I came across the existence of an Anglo-Indian cuisine while searching for Bengali recipes. You could characterized Anglo-Indian food as the mother of the fusion movement, it's the cuisine that evolved from the fusion of English tastes with Indian ingredients and cooking skills. It's the food that Indian chefs prepared for the English sahibs and that the children of mixed parents - the true Anglo-Indians - adopted for themselves.

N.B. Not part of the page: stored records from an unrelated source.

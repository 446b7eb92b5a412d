// The plan of a test of change in pairs: the same wishes, checked for what such a test can read, and the method settled.
import { standardEffort, type Forecast, type PairsEngine } from '../null/forecast.js';
import { groupedDigits } from '../numeric/digit-groups.js';
import { effortProblem, usageProblem } from '../problem/problem.js';
import { pairedNamed, type PairedStatistic } from '../statistic/paired.js';
import { drawsOf } from './draws.js';
import { chanceOf, levelsOf, refuseEmptySeed } from './footing.js';
import { methods, tails, twoSidedRules, type ChosenMethod, type Plan, type PlanOptions } from './plan.js';
import { raisedBound } from './settle-method.js';
import { oneOf, positive, share, unused } from './settings.js';

/** What exact work would take, as counted by the engine. */
export interface PairsWork {
  readonly engine: PairsEngine;
  /** False where no bound on work would let the engine answer. */
  readonly possible: boolean;
  readonly workUnits: number;
  /** Ways in which the changed pairs could have been split. */
  readonly tables: number;
  /** Changed pairs between two levels, at most so many that they can be drawn. */
  readonly canBeDrawn: boolean;
}

/** McNemar for two levels, Bowker for more, unless told. @throws Problem (usage). */
export function pairedStatisticOf(options: PlanOptions, levels: number): PairedStatistic {
  const { statistic } = options;
  if (statistic === undefined) return pairedNamed(levels === 2 ? 'mcnemar' : 'bowker');
  if (typeof statistic !== 'string') {
    throw unused(
      '--paired',
      'on a statistic of your own',
      'leave --paired out, or name one of the statistics for pairs',
    );
  }
  const found = pairedNamed(statistic);
  if (found.name === 'mcnemar' && levels !== 2) {
    throw usageProblem({
      code: 'not-two-levels',
      message: `mcnemar compares two levels; this table has ${levels}`,
      place: '--statistic',
      hint: 'use --statistic bowker or marginal-homogeneity',
    });
  }
  return found;
}

const unread = [
  'groups',
  'event',
  'reference',
  'rowScores',
  'columnScores',
  'lambda',
  'ordered',
  'compare',
  'control',
  'fixed',
  'outcomeOrder',
  'nuisanceRisk',
  'nullValue',
] as const;

/** Wishes that no analysis of pairs reads. @throws Problem (usage) `option-without-effect`. */
export function refuseUnreadByPairs(options: PlanOptions): void {
  for (const name of unread) {
    if (options[name] === undefined) continue;
    const option = `--${name.replace(/[A-Z]/g, (letter) => `-${letter.toLowerCase()}`)}`;
    throw unused(option, 'with --paired', 'leave it out');
  }
}

/** @throws Problem: usage for wishes that make no sense together, effort for exact work over the bound. */
export function planPairs(options: PlanOptions, statistic: PairedStatistic, work: PairsWork): Plan {
  refuseEmptySeed(options);
  const asked = oneOf(options.method, 'auto', methods, '--method');
  const effort = positive(options.effort, standardEffort, '--effort');
  const alpha = share(options.alpha, 0.05, '--alpha');
  const drawing = drawsOf(options, asked, alpha);
  const { method, reason } = settle(asked, work, effort);
  const sampled = method === 'sample';
  return Object.freeze({
    statistic: statistic.name,
    paired: true,
    ...tailOf(options, statistic),
    method,
    methodAsked: asked,
    methodReason: reason,
    forecast: forecastOf(work),
    groups: null,
    event: null,
    reference: null,
    fixed: 'pairs',
    ...(sampled ? drawing : { draws: null }),
    ...chanceOf(options, sampled),
    ...levelsOf(options, effort),
  });
}

function tailOf(options: PlanOptions, { name, words }: PairedStatistic): Pick<Plan, 'tail' | 'twoSidedRule'> {
  const signed = name === 'mcnemar';
  const tail = oneOf(options.tail, signed ? 'both' : 'upper', tails, '--tail');
  if (!signed && tail !== 'upper') {
    throw usageProblem({
      code: 'tail-of-upper-statistic',
      message: `${words} grows with changes in every direction, so it has an upper tail only`,
      place: `--tail ${tail}`,
      hint: 'leave --tail out; for two levels, --statistic mcnemar has two tails',
    });
  }
  if (tail === 'both')
    return { tail, twoSidedRule: oneOf(options.twoSidedRule, 'distance', twoSidedRules, '--two-sided-rule') };
  if (options.twoSidedRule !== undefined) {
    throw unused('--two-sided-rule', `with --tail ${tail}`, 'leave it out');
  }
  return { tail, twoSidedRule: null };
}

const secondsPerUnit = 2e-8;

const forecastOf = ({ engine, workUnits, tables }: PairsWork): Forecast<PairsEngine> =>
  Object.freeze({
    engine,
    workUnits: Math.round(workUnits),
    tables: tables < Number.MAX_SAFE_INTEGER ? tables : Number(Math.min(tables, Number.MAX_VALUE).toPrecision(3)),
    tablesAreCounted: tables < Number.MAX_SAFE_INTEGER,
    seconds: Number((workUnits * secondsPerUnit).toPrecision(2)),
  });

function settle(asked: Plan['methodAsked'], work: PairsWork, effort: number): { method: ChosenMethod; reason: string } {
  const { possible, workUnits, canBeDrawn } = work;
  const cost = `exact work is forecast at ${inWords(workUnits)} units, the bound is ${inWords(effort)}`;
  const beyond = 'exact work would take more memory than is allowed for, or smaller numbers than there are';
  const fits = possible && workUnits <= effort;
  if (asked === 'exact' && !fits) {
    throw effortProblem({
      code: 'exact-over-bound',
      message: possible ? cost : beyond,
      place: '--method exact',
      hint: possible ? `use --method sample${raisedBound(workUnits)}` : 'use --method sample',
    });
  }
  if (asked === 'sample' && !canBeDrawn) {
    throw usageProblem({
      code: 'too-many-changes',
      message: 'more pairs changed between two levels than can be drawn (1e8)',
      place: '--method sample',
      hint: 'use --method asymptotic',
    });
  }
  if (asked !== 'auto')
    return { method: asked, reason: asked === 'asymptotic' ? 'asked for' : `asked for; ${possible ? cost : beyond}` };
  if (fits) return { method: 'exact', reason: cost };
  const why = `exact is out of reach: ${possible ? cost : beyond}`;
  return canBeDrawn
    ? { method: 'sample', reason: why }
    : { method: 'asymptotic', reason: `${why}; and more pairs changed than can be drawn` };
}

const inWords = (value: number): string =>
  value < 1e7 ? groupedDigits(Math.round(value)) : value.toExponential(1).replace('e+', 'e');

What I find most interesting about this cuisine is that you can so clearly see its double heritage. Mulligatawny soup, for example, was invented to satisfy the English taste for soups (Indians don't eat them), but it is bright and full of flavor. Anglo-Indian food lacks the spiciness of Indian food and the blandness of English food - it's really a perfect marriage of the two.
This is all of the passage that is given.